Jeanselme / Search_Engine

A search engine through different types of document.
GNU General Public License v3.0
0 stars 0 forks source link

Index #10

Open Jeanselme opened 7 years ago

Jeanselme commented 7 years ago

As than ReverseIndex, it would be interesting to save the name of the file at the beginning of the index, in order to have a full separation between creation and reading of the index. It would allow to index and create a reverse index latter. Because currently, both phases have to follow each other. Moreover, we could separate objects for reading and writing an index ?

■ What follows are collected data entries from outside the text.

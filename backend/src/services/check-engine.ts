// Where check evaluations run. Two engines with one interface:
//  - `workers` (the default): a pool of worker threads (node:worker_threads), so the server's event
//    loop stays free for other requests while checks compute. Each worker keeps its own compiled
//    rulesets; the first job for a key to a worker carries the document (messages to a worker leave
//    in order, so later jobs follow it). Jobs go to the least busy worker; the number of jobs in
//    flight may be bounded, beyond it a check is refused with 503 `checks_busy` rather than queued
//    without limit.
//  - `in-process`: evaluation on the calling thread, with the compiled-ruleset cache (tests and
//    tools that want no threads, and the one-thread baseline of the re-check).
// Three jobs: `evaluate` (a builder's check: the specification parsed, the full report as JSON text),
// `verdict` (bulk re-checks: a stored specification's verdict only, no report built on the wire) and
// `compare` (one sheet against several rulebooks: parsed once, evaluated under each, and only the
// side-by-side matrix crosses back; the reports are never serialised).
// The check service keeps two pools: interactive checks in one (cores − 1 workers, bounded), bulk
// re-checks in their own (one worker per core, started on demand and ended when idle), so a publish
// or impact re-check never makes a builder's check wait for a place (`checks_busy`).
// docs/decisions/0005-checks-in-worker-threads.md and 0013-bulk-re-checks-in-their-own-workers.md
// have the measurements behind the choices.
import { createRequire } from 'node:module';
import { availableParallelism } from 'node:os';
import { setImmediate as yieldToLoop } from 'node:timers/promises';
import { pathToFileURL } from 'node:url';
import { Worker } from 'node:worker_threads';
import type { DocumentProblem, RulesetDocument } from '../contracts/ruleset';
import type { Specification } from '../contracts/specification';
import type { Verdict } from '../contracts/rulebook-admin';
import { evaluateSpecification, UnknownClassError, type CompiledRuleset } from '../domain';
import { evaluateSideBySide, type SideBySideResult } from '../domain/compare/side-by-side';
import type { UnitSystem } from '../domain/units';
import { AppError, ConflictError, InternalError, NotFoundError, ValidationError } from '../errors';
import { parseCheckSpecification } from './check-input';
import { compiledCacheKey, type CacheKeyParts } from './compiled-ruleset-cache';

export interface CheckJob {
  /** The ruleset version; its cache key (compiledCacheKey) says when a compilation is still valid. */
  version: CacheKeyParts;
  classId: string;
  /** Untrusted; parsed by the engine with the shared schema (check-input.ts). */
  specification: unknown;
  unitSystem?: UnitSystem;
}

/** A stored specification's verdict under a version (bulk re-checks). */
export interface VerdictJob {
  version: CacheKeyParts;
  classId: string;
  /** The specification as stored, as JSON text: parsed where it is evaluated, not on the event loop. */
  specificationJson: string;
}
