// The life of one rulebook version: draft → published → superseded or retired. Pure rules only:
// the service loads the versions, asks here what may happen, and writes the changes returned in one
// transaction. The allowed moves mirror the database trigger on ruleset_versions, so a refusal here
// is the friendly explanation of what the database would refuse anyway.
import type { RulesetDocument, DocumentProblem } from '../../contracts/ruleset.js';
import { validateRulesetDocument } from '../rules/validate.js';

export const VERSION_STATES = ['draft', 'published', 'superseded', 'retired'] as const;
export type VersionState = (typeof VERSION_STATES)[number];

/** Status moves (besides staying put). Superseding happens only as a side effect of publishing. */
export const VERSION_MOVES: Readonly<Record<VersionState, readonly VersionState[]>> = {
  draft: ['published'],
  published: ['superseded', 'retired'],
  superseded: ['retired'],
  retired: [],
};

export function canTransition(from: VersionState, to: VersionState): boolean {
  return VERSION_MOVES[from].includes(to);
}

/** What the rules need to know about a version; the service maps its row onto this. */
export interface RulebookVersion {
  id: string;
  rulebookId: string;
  versionNumber: number;
  state: VersionState;
  edition: string;
  /** YYYY-MM-DD; a draft may not have one yet, a published version always has. */
  effectiveDate: string | null;
  /** A draft's document may be incomplete; a published one passed validateRulesetDocument. */
  document: unknown;
  /** ISO timestamp. */
  publishedAt: string | null;
}

export type VersionAction =
  /** Replaces the draft's document and/or sets its planned effective date (null clears it). */
  | { type: 'edit'; document?: unknown; effectiveDate?: string | null }
  | { type: 'delete' }
  | { type: 'publish'; effectiveDate?: string }
  | { type: 'retire' };

export interface TransitionContext {
  /** Every other version of the same rulebook (the version itself may be included; it is skipped). */
  siblings: readonly RulebookVersion[];
  /** ISO timestamp recorded as publishedAt. */
  now: string;
}

export interface StateChange {
  versionId: string;
  from: VersionState;
  to: VersionState | 'deleted';
}

export type LifecycleRefusalCode =
  | 'not_a_draft'
  | 'invalid_transition'
  | 'invalid_document'
  | 'effective_date_required'
  | 'invalid_effective_date'
  | 'effective_date_before_current'
  | 'newer_version_published'
  | 'other_rulebook'
  | 'draft_exists'
  | 'version_retired'
  | 'version_unpublished';

export interface LifecycleRefusal {
  ok: false;
  code: LifecycleRefusalCode;
  message: string;
  /** Document problems for invalid_document, with their JSON paths. */
  problems?: DocumentProblem[];
}

export interface TransitionResult {
  ok: true;
  /** The version after the action; null when it was deleted. */
  version: RulebookVersion | null;
  /** State changes to write, this version's first; empty for an edit. */
  changes: StateChange[];
}

const refuse = (
  code: LifecycleRefusalCode,
  message: string,
  problems?: DocumentProblem[],
): LifecycleRefusal => (problems ? { ok: false, code, message, problems } : { ok: false, code, message });

const STATE_WORDS: Readonly<Record<VersionState, string>> = {
  draft: 'a draft',
  published: 'published',
  superseded: 'superseded by a newer version',
  retired: 'retired',
};

/** A real calendar date written YYYY-MM-DD (2027-02-30 is refused). */
export function isCalendarDate(text: string): boolean {
  const m = /^(\d{4})-(\d{2})-(\d{2})$/.exec(text);
  if (!m) return false;
  const [y, mo, d] = [Number(m[1]), Number(m[2]), Number(m[3])];
  const date = new Date(Date.UTC(y, mo - 1, d));
  return date.getUTCFullYear() === y && date.getUTCMonth() === mo - 1 && date.getUTCDate() === d;
}

function editionOf(document: unknown): string | undefined {
  if (typeof document !== 'object' || document === null) return undefined;
  const rulebook = (document as { rulebook?: unknown }).rulebook;
  if (typeof rulebook !== 'object' || rulebook === null) return undefined;
  const edition = (rulebook as { edition?: unknown }).edition;
  return typeof edition === 'string' && edition.trim() !== '' ? edition.trim() : undefined;
}

export function transitionVersion(
  version: RulebookVersion,
  action: VersionAction,
  context: TransitionContext,
): TransitionResult | LifecycleRefusal {
  const siblings = context.siblings.filter((s) => s.id !== version.id);
  if (siblings.some((s) => s.rulebookId !== version.rulebookId)) {
    return refuse('other_rulebook', 'The versions given belong to another rulebook.');
  }
  switch (action.type) {
    case 'edit':
      if (version.state !== 'draft')
        return refuse(
          'not_a_draft',
          `Version ${version.versionNumber} is ${STATE_WORDS[version.state]}; only a draft can be edited. Start a new draft from it instead.`,
        );
      if (typeof action.effectiveDate === 'string' && !isCalendarDate(action.effectiveDate)) {
        return refuse(
          'invalid_effective_date',
          `"${action.effectiveDate}" is not a date written YYYY-MM-DD.`,
        );
      }
      {
        // Drafts may be saved incomplete; validity is demanded when publishing.
        const document = action.document === undefined ? version.document : action.document;
        const effectiveDate =
          action.effectiveDate === undefined ? version.effectiveDate : action.effectiveDate;
        return {
          ok: true,
          version: { ...version, document, effectiveDate, edition: editionOf(document) ?? version.edition },
          changes: [],
        };
      }
    case 'delete':
      if (version.state !== 'draft')
        return refuse(
          'not_a_draft',
          `Version ${version.versionNumber} is ${STATE_WORDS[version.state]}; only a draft can be deleted. Retire it instead.`,
        );
      return { ok: true, version: null, changes: [{ versionId: version.id, from: 'draft', to: 'deleted' }] };
    case 'publish':
      return publish(version, action.effectiveDate, siblings, context.now);
    case 'retire':
      if (!canTransition(version.state, 'retired')) {
        return refuse(
          version.state === 'draft' ? 'not_a_draft' : 'invalid_transition',
          version.state === 'draft'
            ? `Version ${version.versionNumber} is a draft; delete it instead of retiring it.`
            : `Version ${version.versionNumber} is already retired.`,
        );
      }
      return {
        ok: true,
        version: { ...version, state: 'retired' },
        changes: [{ versionId: version.id, from: version.state, to: 'retired' }],
      };
  }
}

function publish(
  version: RulebookVersion,
  requestedDate: string | undefined,
  siblings: readonly RulebookVersion[],
  now: string,
): TransitionResult | LifecycleRefusal {
  if (version.state !== 'draft')
    return refuse(
      'not_a_draft',
      `Version ${version.versionNumber} is ${STATE_WORDS[version.state]}; only a draft can be published.`,
    );
  const effectiveDate = requestedDate ?? version.effectiveDate;
  if (!effectiveDate)
    return refuse('effective_date_required', 'Give the date this version takes effect before publishing it.');
  if (!isCalendarDate(effectiveDate))
    return refuse('invalid_effective_date', `"${effectiveDate}" is not a date written YYYY-MM-DD.`);
  const newer = siblings.find((s) => s.state !== 'draft' && s.versionNumber > version.versionNumber);
  if (newer) {
    return refuse(
      'newer_version_published',
      `Version ${newer.versionNumber} was published after this draft was started; start a new draft from it instead.`,
    );
  }
  const current = siblings.find((s) => s.state === 'published');
  if (current?.effectiveDate && effectiveDate < current.effectiveDate) {
    return refuse(
      'effective_date_before_current',
      `The effective date ${effectiveDate} is before ${current.effectiveDate}, when the current version ${current.versionNumber} took effect.`,
    );
  }
  // The published document states the date it took effect, so the two can never disagree.
  const withDate = withRulebookField(version.document, 'effectiveDate', effectiveDate);
  const validation = validateRulesetDocument(withDate);
  if (!validation.ok) {
    const n = validation.problems.length;
    return refuse(
      'invalid_document',
      `The document has ${n} problem${n === 1 ? '' : 's'} to fix before it can be published.`,
      validation.problems,
    );
  }
  const document: RulesetDocument = validation.document;
  const changes: StateChange[] = [{ versionId: version.id, from: 'draft', to: 'published' }];
  if (current) changes.push({ versionId: current.id, from: 'published', to: 'superseded' });
  return {
    ok: true,
    version: {
      ...version,
      state: 'published',
      document,
      edition: document.rulebook.edition,
      effectiveDate,
      publishedAt: now,
    },
    changes,
  };
}

function withRulebookField(document: unknown, field: string, value: string): unknown {
  if (typeof document !== 'object' || document === null || Array.isArray(document)) return document;
  const d = document as Record<string, unknown>;
  const rulebook =
    typeof d.rulebook === 'object' && d.rulebook !== null && !Array.isArray(d.rulebook)
      ? (d.rulebook as Record<string, unknown>)
      : {};
  return { ...d, rulebook: { ...rulebook, [field]: value } };
}

/** Whether a builder may start a new check against this version. */
export function canUseForNewCheck(
  version: Pick<RulebookVersion, 'state' | 'versionNumber'>,
): { ok: true; superseded: boolean } | LifecycleRefusal {
  if (version.state === 'retired')
    return refuse(
      'version_retired',
      `Version ${version.versionNumber} is retired and cannot be used for new checks.`,
    );
  if (version.state === 'draft')
    return refuse(
      'version_unpublished',
      `Version ${version.versionNumber} is a draft; checks use published versions.`,
    );
  return { ok: true, superseded: version.state === 'superseded' };
}

/**
 * The next edition's name: a trailing number goes up by one ("2027" → "2028", "Issue 3" →
 * "Issue 4", "2027.1" → "2027.2"); anything else gets " (revised)". Only a suggestion for the form.
 */
export function suggestNextEdition(edition: string): string {
  const trimmed = edition.trim();
  const m = /^(.*?)(\d+)$/.exec(trimmed);
  if (!m) return trimmed === '' ? '1' : `${trimmed} (revised)`;
  const next = String(Number(m[2]) + 1).padStart(m[2].length, '0');
  return `${m[1]}${next}`;
}

export interface NewDraft {
  rulebookId: string;
  versionNumber: number;
  state: 'draft';
  edition: string;
  effectiveDate: null;
  document: unknown;
  publishedAt: null;
  /** The version it was copied from. */
  copiedFromId: string;
}

/**
 * A new draft as a copy of `latest` (the newest published or superseded version, normally). The
 * effective date is cleared on purpose: a copied date would be published unnoticed.
 */
export function startDraftFrom(
  latest: RulebookVersion,
  siblings: readonly RulebookVersion[] = [],
): NewDraft | LifecycleRefusal {
  const all = [latest, ...siblings.filter((s) => s.id !== latest.id)];
  if (all.some((s) => s.rulebookId !== latest.rulebookId))
    return refuse('other_rulebook', 'The versions given belong to another rulebook.');
  const openDraft = all.find((s) => s.state === 'draft');
  if (openDraft)
    return refuse(
      'draft_exists',
      `Version ${openDraft.versionNumber} is already a draft; edit it or delete it first.`,
    );
  const edition = suggestNextEdition(latest.edition);
  // A JSON round trip: the document is JSON by contract, and the copy must share nothing with it.
  const copy = JSON.parse(JSON.stringify(latest.document ?? null)) as unknown;
  return {
    rulebookId: latest.rulebookId,
    versionNumber: Math.max(...all.map((s) => s.versionNumber)) + 1,
    state: 'draft',
    edition,
    effectiveDate: null,
    document: withRulebookField(copy, 'edition', edition),
    publishedAt: null,
    copiedFromId: latest.id,
  };
}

clinm commented 7 years ago

I agree that we do need this kind of information in order to separate the process. But I am not sure that adding the filename at the beginning of the index is a good idea. Maybe in future enhancements we would want to add more and more information about one document (file extension, indexation date, person who added the document, etc).

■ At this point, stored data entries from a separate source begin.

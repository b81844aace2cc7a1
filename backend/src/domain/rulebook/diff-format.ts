// Wording helpers for the ruleset diff: document values to display text in a chosen unit system,
// vocabulary words, and a structural comparison of raw JSON (conditions) that names changed paths.
import type { Dimension, UnitSystem } from '../units.js';
import { documentValueToCanonical, epsilonFor, formatQuantity } from '../units.js';
import { MEMBER_KIND_LABELS } from '../vocabulary.js';
import type { MemberKind } from '../vocabulary.js';

/** How values of one document are shown: the document's own system and the reader's. */
export interface Side {
  system: UnitSystem;
  display: UnitSystem;
}

/** "2200 lb" → "2,200 lb": rulebooks print weights with a thousands separator. */
export function groupThousands(text: string): string {
  return text.replace(
    /^(-?)(\d{4,})/,
    (_m, sign: string, digits: string) => sign + digits.replace(/\B(?=(\d{3})+(?!\d))/g, ','),
  );
}

/** A document value in canonical units, or undefined when its unit is unknown (a broken draft). */
export function canonical(
  value: number,
  dimension: Dimension,
  side: Side,
  unit?: string,
): number | undefined {
  try {
    return documentValueToCanonical(value, dimension, side.system, unit);
  } catch {
    return undefined;
  }
}

export function quantity(value: number, dimension: Dimension, side: Side, unit?: string): string {
  const c = canonical(value, dimension, side, unit);
  if (c === undefined) return `${value} ${unit ?? ''}`.trim();
  return groupThousands(formatQuantity(c, dimension, side.display).text);
}

/** The number part only ("0.095"), for "0.095 → 0.120 in". */
export function quantityNumber(value: number, dimension: Dimension, side: Side, unit?: string): string {
  const c = canonical(value, dimension, side, unit);
  if (c === undefined) return String(value);
  const f = formatQuantity(c, dimension, side.display);
  return groupThousands(f.value.toFixed(f.decimals));
}

export function sameNumber(a: number | undefined, b: number | undefined): boolean {
  if (a === undefined || b === undefined) return a === b;
  return Math.abs(a - b) <= epsilonFor(b);
}

export interface SizeDoc {
  od: number;
  wall: number;
  unit?: string;
}

export function canonicalSize(s: SizeDoc, side: Side): { odMm: number; wallMm: number } | undefined {
  const odMm = canonical(s.od, 'length', side, s.unit);
  const wallMm = canonical(s.wall, 'length', side, s.unit);
  return odMm === undefined || wallMm === undefined ? undefined : { odMm, wallMm };
}

export function sameSize(a: SizeDoc, sa: Side, b: SizeDoc, sb: Side): boolean {
  const ca = canonicalSize(a, sa);
  const cb = canonicalSize(b, sb);
  if (!ca || !cb) return a.od === b.od && a.wall === b.wall && a.unit === b.unit;
  return sameNumber(ca.odMm, cb.odMm) && sameNumber(ca.wallMm, cb.wallMm);
}

/** "1.500 × 0.095 in" / "45.0 × 2.50 mm": the trade's way of writing a tube size. */
export function sizeText(s: SizeDoc, side: Side): string {
  const c = canonicalSize(s, side);
  if (!c) return `${s.od} × ${s.wall} ${s.unit ?? ''}`.trim();
  const od = formatQuantity(c.odMm, 'length', side.display);
  const wall = formatQuantity(c.wallMm, 'length', side.display);
  return `${od.value.toFixed(od.decimals)} × ${wall.value.toFixed(wall.decimals)} ${od.unitLabel}`;
}

const VALUE_WORDS: Readonly<Record<string, string>> = {
  mild_steel: 'mild steel',
  chromoly_4130: '4130 chromoly',
  dom: 'DOM',
  erw: 'ERW',
  cds: 'CDS',
  tig: 'TIG',
  mig: 'MIG',
  sfi_45_1: 'SFI 45.1',
  fia_8857_2001: 'FIA 8857-2001',
  non_homologated: 'non-homologated',
  tube_frame: 'tube frame',
};

/** A vocabulary value as a reader would write it ("chromoly_4130" → "4130 chromoly"). */
export function valueWord(value: string): string {
  return VALUE_WORDS[value] ?? value.replace(/_/g, ' ');
}

/** Values joined for reading; member kinds by their trade names ("rear brace (backstay)"). */
export function kindsText(kinds: readonly string[], joiner = ' or '): string {
  return kinds
    .map((k) =>
      Object.prototype.hasOwnProperty.call(MEMBER_KIND_LABELS, k)
        ? MEMBER_KIND_LABELS[k as MemberKind]
        : valueWord(k),
    )
    .join(joiner);
}

export const quoted = (text: string): string => `'${text}'`;

/**
 * Paths (dot-joined, array indices as numbers) where two JSON values differ, in document order.
 * A changed leaf is named itself; an added or removed key or array element by its own path.
 */
export function changedJsonPaths(a: unknown, b: unknown, prefix = ''): string[] {
  if (Object.is(a, b)) return [];
  const here = prefix === '' ? '(whole)' : prefix;
  const join = (k: string | number) => (prefix === '' ? String(k) : `${prefix}.${k}`);
  if (Array.isArray(a) && Array.isArray(b)) {
    const out: string[] = [];
    for (let i = 0; i < Math.max(a.length, b.length); i++) {
      if (i >= a.length || i >= b.length) out.push(join(i));
      else out.push(...changedJsonPaths(a[i], b[i], join(i)));
    }
    return out;
  }
  const isObj = (x: unknown): x is Record<string, unknown> =>
    typeof x === 'object' && x !== null && !Array.isArray(x);
  if (isObj(a) && isObj(b)) {
    const keys = [...Object.keys(a), ...Object.keys(b).filter((k) => !(k in a))];
    return keys.flatMap((k) => (k in a && k in b ? changedJsonPaths(a[k], b[k], join(k)) : [join(k)]));
  }
  return [here];
}

/** "all.1.value, all.3 and 4 more" */
export function pathsText(paths: readonly string[], shown = 5): string {
  const head = paths.slice(0, shown).join(', ');
  return paths.length > shown ? `${head} and ${paths.length - shown} more` : head;
}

I think an alternate way could be great. Maybe a .info or something like that stored as JSON (human readable). This file could expand to our need and even stay after the indexation process (in order to retrieve and display additional information when using the research part.

Jeanselme commented 7 years ago

It would be interesting to call the index of the file by the hash of its text content, in order to avoid indexing two files which have the same content. Moreover, this way, we correct the following issue : if we give two files which have the same name, that would create conflict. The information in order to have the correspondence between the hash and the file name would be in the .info file.